Students are given several mathematical word problems to solve. That is OK, except for the fact that many of the kids cannot read the problems.

For example, a problem might entail figuring out a telephone bill, given a range of costs per minute and a series of calls and how many minutes each of the calls lasted.

That is fine. The test is a good, real-world test of math skill.

The problem comes in the marking. Each question is graded on a scale of from one (the lowest) to five (the highest) by utilizing a strict rubric that teachers must follow in grading the student.

A student who gets the answer right and who shows each step of how the answer was reached gets a five.

A student who gets the answer right but who does not show the work that it took to get the answer gets a two.

A student who gets the wrong answer but who shows the work that led to that wrong answer gets a four.

A student who draws a picture showing a person talking on the telephone would get a one, only one point less than a person who got the answer correct, but did not show his or her work.

Show me, in the real world, a situation where a worker is rewarded for getting a project wrong while a person who got it right is punished.

I can see it now.

Sure, Mr. Jones.
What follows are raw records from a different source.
/** The span editor for one person in one project. */
export function LabelScreen({ projectId, profile }: { projectId: number; profile: Profile }) {
  const db = appDb();
  const { query, go, queryReplace } = useNav();
  const blind = useSession((s) => s.blind);
  const blindSet = useSession((s) => s.blindSet);
  const adjudicator = profile.role === 'adjudicator';
  const layerName = adjudicator && query.layer === ANNOTATOR_GOLD ? ANNOTATOR_GOLD : profile.id;
  const data = useLabelData(projectId, layerName);
  const { project, utterance, tokens, layers } = data;
  const editor = useMemo(() => labelEditorFor(db, projectId, profile.id), [db, projectId, profile.id]);
  const view = useSyncExternalStore(editor.subscribe, editor.snapshot);
  const [selectionState, setSelectionState] = useState<{ id: number | null; selection: TokenSelection }>({ id: null, selection: selectionCaret(0) });
  const [panel, setPanel] = useState<Panel>('none');
  const [said, setSaid] = useState('');
  const strip = useRef<HTMLDivElement>(null);
  const intentRef = useRef<HTMLSelectElement>(null);
  const noteRef = useRef<HTMLTextAreaElement>(null);

  const utteranceId = utterance?.id ?? null;
  // The selection belongs to one utterance: another one starts at its first token.
  const selection = selectionState.id === utteranceId ? selectionState.selection : selectionCaret(0);
  const setSelection = useCallback(
    (next: TokenSelection | ((s: TokenSelection) => TokenSelection)) =>
      setSelectionState((prev) => {
        const current = prev.id === utteranceId ? prev.selection : selectionCaret(0);
        return { id: utteranceId, selection: typeof next === 'function' ? next(current) : next };
      }),
    [utteranceId],
  );
  const key: LayerKey | null = utteranceId === null ? null : [utteranceId, layerName];
  const shown = view.key !== null && key !== null && view.key[0] === key[0] && view.key[1] === key[1] ? view.edit : null;
  const slots = useMemo(() => project?.schema.slots ?? [], [project]);
  const modelRow = layers?.find((l) => l.annotator === ANNOTATOR_MODEL);
  const suggested = useSuggestions({
    dbName: db.name,
    projectId,
    layerName,
    editor,
    utterance: utterance ?? null,
    tokens,
    modelTags: modelRow?.tags,
    ownTags: shown?.tags,
    slots,
    editable: view.conflict === null,
    select: setSelection,
    say: setSaid,
  });
  const list = suggested.suggestions;
  // "Least sure first": the model's order, kept fresh by a live query that only model-layer writes wake.
  const uncertain = query.order === 'uncertain';
  const uncertainOrder = useLiveQuery(async () => (uncertain ? labelUncertainOrder(db, projectId) : null), [db, projectId, uncertain]);

  const goTo = useCallback((id: number) => go('label', projectId, { ...useNav.getState().query, u: String(id) }), [go, projectId]);
  useEffect(() => {
    editor.navigateSet(goTo);
  }, [editor, goTo]);

  useEffect(() => {
    void editor.undoSeed(projectId, adjudicator ? [profile.id, ANNOTATOR_GOLD] : [profile.id]);
  }, [editor, projectId, profile.id, adjudicator]);

  // A newly shown layer: read it once from the database (a live query may lag behind this tab's own save).
  useEffect(() => {
    if (utterance === null || utterance === undefined) return;
    let live = true;
    void db.layers.get([utterance.id, layerName]).then((row) => {
      if (!live) return;
      editor.open([utterance.id, layerName], row, tokensCount(utterance.tokens));
      setSelection((s) => selectionClamp(s, tokensCount(utterance.tokens)));
    });
    return () => {
      live = false;
    };
  }, [db, editor, utterance, layerName, setSelection]);

  const ownRow = layers?.find((l) => l.annotator === layerName);
  useEffect(() => {
    if (key !== null) editor.storedSeen(key, ownRow);
    // eslint-disable-next-line react-hooks/exhaustive-deps -- `key` is rebuilt each render; its parts are listed.
  }, [editor, ownRow, utteranceId, layerName]);

  const edit = useCallback(
    (op: EditOp) => {
      editor.edit(op);
    },
    [editor],
  );

  function labelWith(slot: string) {
    if (shown === null) return;
    const target = selectionTarget(shown.tags, selection);
    if (target === null) return;
    edit({ kind: 'label', from: target.from, to: target.to, slot });
    setSelection({ anchor: target.from, focus: target.to });
    const first = tokens[target.from];
    const last = tokens[target.to];
    if (utterance && first && last) setSaid(`Labelled “${utterance.text.slice(first.start, last.end)}” as ${slot}.`);
  }

  // A stable callback for the memoised slot buttons, always calling this render's labelWith.
  const labelWithLatest = useRef(labelWith);
  useEffect(() => {
    labelWithLatest.current = labelWith;
  });
  const pick = useCallback((slot: string) => labelWithLatest.current(slot), []);

  // Steps run one after another and start from the utterance in the URL, not the one on screen:
  // keys pressed while the next utterance is still loading must count from where the last step went.
  const stepping = useRef<Promise<void>>(Promise.resolve());
  function step(to: 'next' | 'previous' | 'nextUnlabelled'): Promise<void> {
    if (!utterance) return Promise.resolve();
    const run = async () => {
      const current = Number(useNav.getState().query.u);
      const from = Number.isSafeInteger(current) ? ((await db.utterances.get(current)) ?? utterance) : utterance;
      const byUncertainty = to === 'nextUnlabelled' && useNav.getState().query.order === 'uncertain';
      const next = byUncertainty
        ? await labelNextUncertain(db, projectId, layerName, uncertainOrder ?? (await labelUncertainOrder(db, projectId)), from)
        : to === 'nextUnlabelled'
          ? await labelNextUnlabelled(db, projectId, layerName, from.seq)
          : await labelUtteranceStep(db, projectId, from.seq, to === 'next' ? 1 : -1);
      if (next === undefined) {
        setSaid(to === 'nextUnlabelled' ? 'Every utterance has been started in this layer.' : to === 'next' ? 'This is the last utterance.' : 'This is the first utterance.');
        return;
      }
      setSaid('');
      goTo(next.id);
    };
    stepping.current = stepping.current.then(run, run);
    return stepping.current;
  }

  const orderChange = useCallback((next: boolean) => queryReplace({ ...useNav.getState().query, order: next ? 'uncertain' : '' }), [queryReplace]);

  function run(command: LabelCommand) {
    const length = tokens.length;
    switch (command.kind) {
      case 'move':
        setSelection((s) => selectionMove(s, command.delta, length, command.extend));
        break;
      case 'edge': {
        const to = command.to === 'first' ? 0 : Math.max(0, length - 1);
        setSelection((s) => (command.extend ? { anchor: s.anchor, focus: to } : selectionCaret(to)));
        break;
      }
      case 'label':
        labelWith(command.slot);
        break;
      case 'remove': {
        const target = shown === null ? null : selectionTarget(shown.tags, selection);
        if (target !== null) edit({ kind: 'remove', from: target.from, to: target.to });
        break;
      }
      case 'collapse':
        setSelection((s) => selectionCaret(s.focus));
        break;
      case 'slotSearch':
        setPanel('slots');
        break;
      case 'help':
        setPanel('help');
        break;
      case 'utterance':
        void step(command.to);
        break;
      case 'status':
        edit({ kind: 'status', status: command.status });
        setSaid(`Marked ${command.status}.`);
        break;
      case 'intentFocus':
        intentRef.current?.focus();
        break;
      case 'noteFocus':
        noteRef.current?.focus();
        break;
      case 'suggestion': {
        const one = command.all ? null : suggestionAtSelection(list, selection, length);
        const chosen = command.all ? list : one === null ? [] : [one];
        if (chosen.length === 0) setSaid('No model suggestion to act on here.');
        else if (command.act === 'accept') suggested.accept(chosen);
        else suggested.reject(chosen);
        break;
      }
      case 'undo':
        editor.undo();
        break;
      case 'redo':
        editor.redo();
        break;
    }
  }

  function keyDown(event: KeyboardEvent) {
    if (event.defaultPrevented || panel !== 'none' || view.conflict !== null || (event.target instanceof Element && typingTarget(event.target))) return;
    const command = labelCommandFor({ key: event.key, shift: event.shiftKey, ctrl: event.ctrlKey, alt: event.altKey, meta: event.metaKey }, slots);
    if (command === null) return;
    const onButton = event.target instanceof HTMLElement && event.target.tagName === 'BUTTON';
    // Arrows on a focused button stay with the button's own group; slot keys and Delete act on the tokens.
    if ((command.kind === 'move' || command.kind === 'edge') && onButton) return;
    if (command.kind === 'move' || command.kind === 'edge' || command.kind === 'label' || command.kind === 'remove') strip.current?.focus();
    event.preventDefault();
    run(command);
  }

  // Keys are heard on the whole window, so they keep working while the next utterance loads.
  const keyHandler = useRef(keyDown);
  useEffect(() => {
    keyHandler.current = keyDown;
  });
  useEffect(() => {
    const listener = (event: KeyboardEvent) => keyHandler.current(event);
    window.addEventListener('keydown', listener);
    return () => window.removeEventListener('keydown', listener);
  }, []);

  // Keyboard-first: a shown utterance takes the focus unless the user is somewhere else on purpose.
  const ready = shown !== null;
  useEffect(() => {
    if (!ready) return;
    const active = document.activeElement;
    if (active === null || active === document.body) strip.current?.focus();
  }, [ready, utteranceId]);

  const others = useMemo(() => (layers ?? []).filter((l) => l.annotator !== layerName), [layers, layerName]);
  const intents = useMemo(() => project?.schema.intents ?? [], [project]);
  const conflictUtterance = useConflictUtterance(view.conflict?.key[0] ?? null);

  if (project === null) return <p role="alert">This project does not exist (it may have been deleted in another tab).</p>;
  const title = `Label${project ? `: ${project.name}` : ''}`;

  return (
    <section aria-labelledby="label-title" className="label-screen">
      <h2 id="label-title">{title}</h2>
      <div className="label-bar">
        <p className="label-where">
          {utterance ? (
            <>
              Utterance {data.position?.toLocaleString('en') ?? '…'} of {data.total?.toLocaleString('en') ?? '…'}
              {utterance.externalId !== undefined && <span className="muted"> · id {utterance.externalId}</span>}
            </>
          ) : utterance === null && data.total === 0 ? (
            'This project has no utterances yet: bring some in first.'
          ) : (
            'Loading…'
          )}
        </p>
        <div className="label-actions" role="group" aria-label="Move between utterances">
          <button type="button" onClick={() => void step('previous')} disabled={!utterance} aria-keyshortcuts="[">
            Previous
          </button>
          <button type="button" onClick={() => void step('next')} disabled={!utterance} aria-keyshortcuts="]">
            Next
          </button>
          <button type="button" onClick={() => void step('nextUnlabelled')} disabled={!utterance} aria-keyshortcuts="Shift+N">
            Next not started
          </button>
        </div>
        <div className="label-actions" role="group" aria-label="Undo and help">
          <button type="button" onClick={() => editor.undo()} disabled={!view.canUndo} aria-keyshortcuts="Control+Z">
            Undo
          </button>
          <button type="button" onClick={() => editor.redo()} disabled={!view.canRedo} aria-keyshortcuts="Control+Shift+Z">
            Redo
          </button>
          <button type="button" onClick={() => setPanel('help')} aria-keyshortcuts="?">
            Keys (?)
          </button>
        </div>
      </div>
      <LabelWho
        name={profile.name}
        layerName={layerName}
        adjudicator={adjudicator}
        blind={blind}
        onGold={(gold) => go('label', projectId, { ...query, layer: gold ? ANNOTATOR_GOLD : '' })}
        onBlind={blindSet}
      />
      <OrderChoice uncertain={uncertain} scored={uncertainOrder?.ids.length} onChange={orderChange} />

      {view.newer !== null && shown !== null && (
        <p role="status" className="label-notice">
          This utterance was changed in another tab or window (now revision {view.newer.revision}).{' '}
          <button type="button" onClick={() => editor.newerTake()}>
            Show the newer version
          </button>
        </p>
      )}
      {utterance && shown !== null && tagsNeedLegalising(shown.tags) && (
        <p className="label-notice">
          The stored tags of this layer break the IOB2 rules; they are shown as the CoNLL-2000 evaluation reads them, and your next edit stores them as legal IOB2.
        </p>
      )}

      {utterance && shown !== null ? (
        <>
          <TokenStrip
            ref={strip}
            text={utterance.text}
            tokens={tokens}
            tags={shown.tags}
            slots={slots}
            selection={selection}
            onSelect={setSelection}
            label={`Tokens of the utterance. Selected: ${selectedText(utterance.text, tokens, selection)}`}
            idPrefix="label"
            suggestions={list}
          />
          {suggested.offered && (
            <SuggestionPanel
              suggestions={list}
              hidden={suggested.hidden}
              text={utterance.text}
              tokens={tokens}
              blind={blind}
              disabled={view.conflict !== null}
              onAccept={suggested.acceptOne}
              onReject={suggested.rejectOne}
              onAcceptAll={suggested.acceptAll}
              onRejectAll={suggested.rejectAll}
              onRestore={suggested.restore}
            />
          )}
          <SlotLegend slots={slots} onPick={pick} disabled={view.conflict !== null} />
          <LayerFields ref={intentRef} noteRef={noteRef} edit={shown} layerId={`${utterance.id}|${layerName}`} intents={intents} onEdit={edit} />
          <OtherLayers layers={others} blind={blind} text={utterance.text} tokens={tokens} slots={slots} />
        </>
      ) : (
        utterance !== null && <p>Loading…</p>
      )}

      <p role="status" className="label-saved">
        {view.error ?? (view.conflict !== null ? 'Waiting for your choice about the other version.' : view.saving ? 'Saving…' : view.revision > 0 ? `Saved (revision ${view.revision}).` : '')}
      </p>
      <p role="status" className="label-sr-only">
        {said}
      </p>

      <HelpOverlay open={panel === 'help'} slots={slots} onClose={() => setPanel('none')} />
      <SlotSearch
        open={panel === 'slots'}
        slots={slots}
        onClose={() => setPanel('none')}
        onPick={(slot) => {
          setPanel('none');
          labelWith(slot);
        }}
      />
      <ConflictPrompt
        conflict={view.conflict}
        text={conflictUtterance?.text ?? ''}
        tokens={conflictUtterance?.tokens ?? []}
        onKeepTheirs={() => editor.conflictKeepTheirs()}
        onApplyMine={() => editor.conflictApplyMine()}
      />
    </section>
  );
}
I know I got the contract all wrong, and you lost the job, but you can see where I made my mistake, so it doesn’t matter. When do I get my raise?

Only somebody isolated from the real world would tell kids that it is perfectly OK to get the answer wrong as long as they tried and they showed the work that made it wrong.

Likewise, only a person isolated from the real world would teach kids to write without teaching them to use the commonly accepted rules of grammar.

Sure, Mr. Jones, I know that the memo I wrote to that other corporation didn’t have any capital letters or any punctuation, but my ideas were good, and they should have understand what I was trying to say. When do I get my raise?

One teacher who read last week’s column took offense with the fact that I said that the writing process does not require the editing process.

She pointed out that all of the kid’s work was edited regularly in peer groups.

To my mind that is akin to asking a group of teachers to sit around and decide for themselves how to operate on the principal’s gall bladder. The teachers do not have the expertise to do the operation and the kids do not have the expertise to edit each other’s work. It is the blind leading the blind, and that is what peer editing really comes to.

It is time to end the fads and get on with real education.

In fact, it is past time.

The district can help by moving away from the Writing Process, by mandating that teachers pencil-edit student papers. The district can help by following the rules that require that a kid who does not test out of the bilingual program after two years be tested for special education. The district can help by mandating that elementary children learn the times-table and that kids be rewarded for getting the right answer whether they show their work or not. I am sure that there are plenty of fine mathematicians who can do work in their heads and they are not punished for not showing how they got their correct answer.

There are a lot of things that can be done on a local level. The only question is, will anybody have the chutzpah to buck the educational establishment and the special interest groups to do what needs to be done.

That is probably a question without an answer, but one that has to be asked anyway by any responsible educator.